◆ **WORK ORDER**
Search the data below for the word "const" and report how many lines contain it, with no added words.

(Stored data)

□ □ □ □ □

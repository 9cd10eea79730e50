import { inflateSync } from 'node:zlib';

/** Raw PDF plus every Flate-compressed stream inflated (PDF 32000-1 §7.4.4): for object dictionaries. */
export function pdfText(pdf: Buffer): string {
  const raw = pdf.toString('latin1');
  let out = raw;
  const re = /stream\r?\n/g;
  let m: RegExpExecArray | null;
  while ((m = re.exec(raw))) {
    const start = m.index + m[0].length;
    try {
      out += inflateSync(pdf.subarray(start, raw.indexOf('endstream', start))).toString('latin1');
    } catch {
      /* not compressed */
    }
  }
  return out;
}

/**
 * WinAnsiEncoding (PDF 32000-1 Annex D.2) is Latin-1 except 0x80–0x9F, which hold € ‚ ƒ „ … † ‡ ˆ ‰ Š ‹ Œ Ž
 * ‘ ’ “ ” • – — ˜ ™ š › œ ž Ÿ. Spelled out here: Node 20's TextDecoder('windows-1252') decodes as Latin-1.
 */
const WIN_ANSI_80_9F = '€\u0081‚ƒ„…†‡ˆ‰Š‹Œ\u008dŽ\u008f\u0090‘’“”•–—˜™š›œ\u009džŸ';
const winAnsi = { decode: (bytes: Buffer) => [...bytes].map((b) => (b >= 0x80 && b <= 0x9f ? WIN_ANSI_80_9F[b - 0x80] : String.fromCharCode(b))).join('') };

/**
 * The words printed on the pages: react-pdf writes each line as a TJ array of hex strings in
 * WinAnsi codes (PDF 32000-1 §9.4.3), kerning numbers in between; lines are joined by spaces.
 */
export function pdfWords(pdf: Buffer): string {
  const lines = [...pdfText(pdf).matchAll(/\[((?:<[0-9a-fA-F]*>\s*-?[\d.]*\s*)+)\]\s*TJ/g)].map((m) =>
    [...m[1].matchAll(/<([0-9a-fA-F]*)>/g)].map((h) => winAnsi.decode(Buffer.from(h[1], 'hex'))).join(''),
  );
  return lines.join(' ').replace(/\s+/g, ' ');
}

□ □ □ □ □

◆ **ANSWER BELOW**
6